**WHAT IS REQUIRED:** Set the whole listing down again exactly as written.

**EXERCISE MATERIALS:**
impl Bloom {
    /// Insert the names of a segment's checked rows, setting `suspect`.
    /// The words are first read with plain loads, which the processor
    /// overlaps, so the atomic updates (each a full barrier) then find
    /// them in cache: one memory wait per segment instead of one per row.
    fn insert_all(&self, outs: &mut [Outcome<'_>]) {
        let mut touch = 0u64;
        for o in outs.iter() {
            if let Outcome::Checked { name, .. } = o {
                let h = name_hash(name);
                touch ^=
                    self.words[(h & self.mask) as usize].load(std::sync::atomic::Ordering::Relaxed);
            }
        }
        std::hint::black_box(touch);
        for o in outs.iter_mut() {
            if let Outcome::Checked { name, suspect, .. } = o {
                *suspect = self.insert(name);
            }
        }
    }

    /// A filter for an input of `bytes` (None: unknown, the largest).
    fn for_input(bytes: Option<u64>) -> Self {
        let shift = match bytes {
            None => BLOOM_MAX_WORDS_LOG2,
            Some(b) => (b / 8)
                .max(1)
                .next_power_of_two()
                .trailing_zeros()
                .clamp(BLOOM_MIN_WORDS_LOG2, BLOOM_MAX_WORDS_LOG2),
        };
        let n = 1usize << shift;
        let mut words = Vec::with_capacity(n);
        words.resize_with(n, || std::sync::atomic::AtomicU64::new(0));
        Bloom {
            words,
            mask: n as u64 - 1,
            shift,
        }
    }
    /// Insert; true if the name may have been seen before.
    fn insert(&self, name: &str) -> bool {
        let h = name_hash(name);
        // The low bits choose the word; the others give the probes.
        let word = &self.words[(h & self.mask) as usize];
        let mut g = (h >> self.shift).wrapping_mul(0xff51_afd7_ed55_8ccd) ^ h;
        let mut mask = 0u64;
        for _ in 0..8 {
            mask |= 1u64 << (g & 63);
            g >>= 6;
        }
        let old = word.fetch_or(mask, std::sync::atomic::Ordering::Relaxed);
        old & mask == mask
    }
}

/// Most suspects kept per file before the confirmation checks every name.
const SUSPECT_CAP: usize = 100_000;

/// A name the Bloom filter flagged: (file index, name, line).
#[derive(Clone, Debug, Serialize)]
pub struct Suspect {
    pub file: usize,
    pub name: String,
    pub line: u64,
}

/// Is `a` dominated by `b` on (mass, depth)?
fn dominated(a: &Candidate, b: &Candidate) -> bool {
    b.mass <= a.mass && b.depth <= a.depth && (b.mass < a.mass || b.depth < a.depth)
}

fn dominated_by(mass: f64, depth: f64, b: &Candidate) -> bool {
    b.mass <= mass && b.depth <= depth && (b.mass < mass || b.depth < depth)
}

/// Scan catalogues against a prepared job. `progress` is called after
/// each chunk with the rows and bytes read so far (over all files). Rows in
/// `exclude` ((file, line)) are skipped as bad. Names the duplicate filter
/// flags are returned as suspects for `confirm_duplicates`.
pub fn scan<R: Read + Send>(
    prep: &Prepared,
    catalogs: Vec<Catalog<R>>,
    mats: &Materials<'_>,
    opts: &ScanOptions,
    progress: &(dyn Fn(u64, u64) + Sync),
) -> Result<Selection> {
    scan_excluding(prep, catalogs, mats, opts, &HashSet::new(), progress)
}

fn near_insert(near: &mut TopList, cand: Candidate) {
    near.items.push(cand);
    near.items.sort_by(|a, b| {
        a.utilisation
            .total_cmp(&b.utilisation)
            .then(a.mass.total_cmp(&b.mass))
            .then_with(|| a.name.cmp(&b.name))
            .then(a.file.cmp(&b.file))
            .then(a.line.cmp(&b.line))
    });
    near.items.truncate(near.limit);
}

**RESPONSE AREA:**
impl Bloom {
    /// Insert the names of a segment's checked rows, setting `suspect`.
    /// The words are first read with plain loads, which the processor
    /// overlaps, so the atomic updates (each a full barrier) then find
    /// them in cache: one memory wait per segment instead of one per row.
    fn insert_all(&self, outs: &mut [Outcome<'_>]) {
        let mut touch = 0u64;
        for o in outs.iter() {
            if let Outcome::Checked { name, .. } = o {
                let h = name_hash(name);
                touch ^=
                    self.words[(h & self.mask) as usize].load(std::sync::atomic::Ordering::Relaxed);
            }
        }
        std::hint::black_box(touch);
        for o in outs.iter_mut() {
            if let Outcome::Checked { name, suspect, .. } = o {
                *suspect = self.insert(name);
            }
        }
    }

    /// A filter for an input of `bytes` (None: unknown, the largest).
    fn for_input(bytes: Option<u64>) -> Self {
        let shift = match bytes {
            None => BLOOM_MAX_WORDS_LOG2,
            Some(b) => (b / 8)
                .max(1)
                .next_power_of_two()
                .trailing_zeros()
                .clamp(BLOOM_MIN_WORDS_LOG2, BLOOM_MAX_WORDS_LOG2),
        };
        let n = 1usize << shift;
        let mut words = Vec::with_capacity(n);
        words.resize_with(n, || std::sync::atomic::AtomicU64::new(0));
        Bloom {
            words,
            mask: n as u64 - 1,
            shift,
        }
    }
    /// Insert; true if the name may have been seen before.
    fn insert(&self, name: &str) -> bool {
        let h = name_hash(name);
        // The low bits choose the word; the others give the probes.
        let word = &self.words[(h & self.mask) as usize];
        let mut g = (h >> self.shift).wrapping_mul(0xff51_afd7_ed55_8ccd) ^ h;
        let mut mask = 0u64;
        for _ in 0..8 {
            mask |= 1u64 << (g & 63);
            g >>= 6;
        }
        let old = word.fetch_or(mask, std::sync::atomic::Ordering::Relaxed);
        old & mask == mask
    }
}

/// Most suspects kept per file before the confirmation checks every name.
const SUSPECT_CAP: usize = 100_000;

/// A name the Bloom filter flagged: (file index, name, line).
#[derive(Clone, Debug, Serialize)]
pub struct Suspect {
    pub file: usize,
    pub name: String,
    pub line: u64,
}

/// Is `a` dominated by `b` on (mass, depth)?
fn dominated(a: &Candidate, b: &Candidate) -> bool {
    b.mass <= a.mass && b.depth <= a.depth && (b.mass < a.mass || b.depth < a.depth)
}

fn dominated_by(mass: f64, depth: f64, b: &Candidate) -> bool {
    b.mass <= mass && b.depth <= depth && (b.mass < mass || b.depth < depth)
}

/// Scan catalogues against a prepared job. `progress` is called after
/// each chunk with the rows and bytes read so far (over all files). Rows in
/// `exclude` ((file, line)) are skipped as bad. Names the duplicate filter
/// flags are returned as suspects for `confirm_duplicates`.
pub fn scan<R: Read + Send>(
    prep: &Prepared,
    catalogs: Vec<Catalog<R>>,
    mats: &Materials<'_>,
    opts: &ScanOptions,
    progress: &(dyn Fn(u64, u64) + Sync),
) -> Result<Selection> {
    scan_excluding(prep, catalogs, mats, opts, &HashSet::new(), progress)
}

fn near_insert(near: &mut TopList, cand: Candidate) {
    near.items.push(cand);
    near.items.sort_by(|a, b| {
        a.utilisation
            .total_cmp(&b.utilisation)
            .then(a.mass.total_cmp(&b.mass))
            .then_with(|| a.name.cmp(&b.name))
            .then(a.file.cmp(&b.file))
            .then(a.line.cmp(&b.line))
    });
    near.items.truncate(near.limit);
}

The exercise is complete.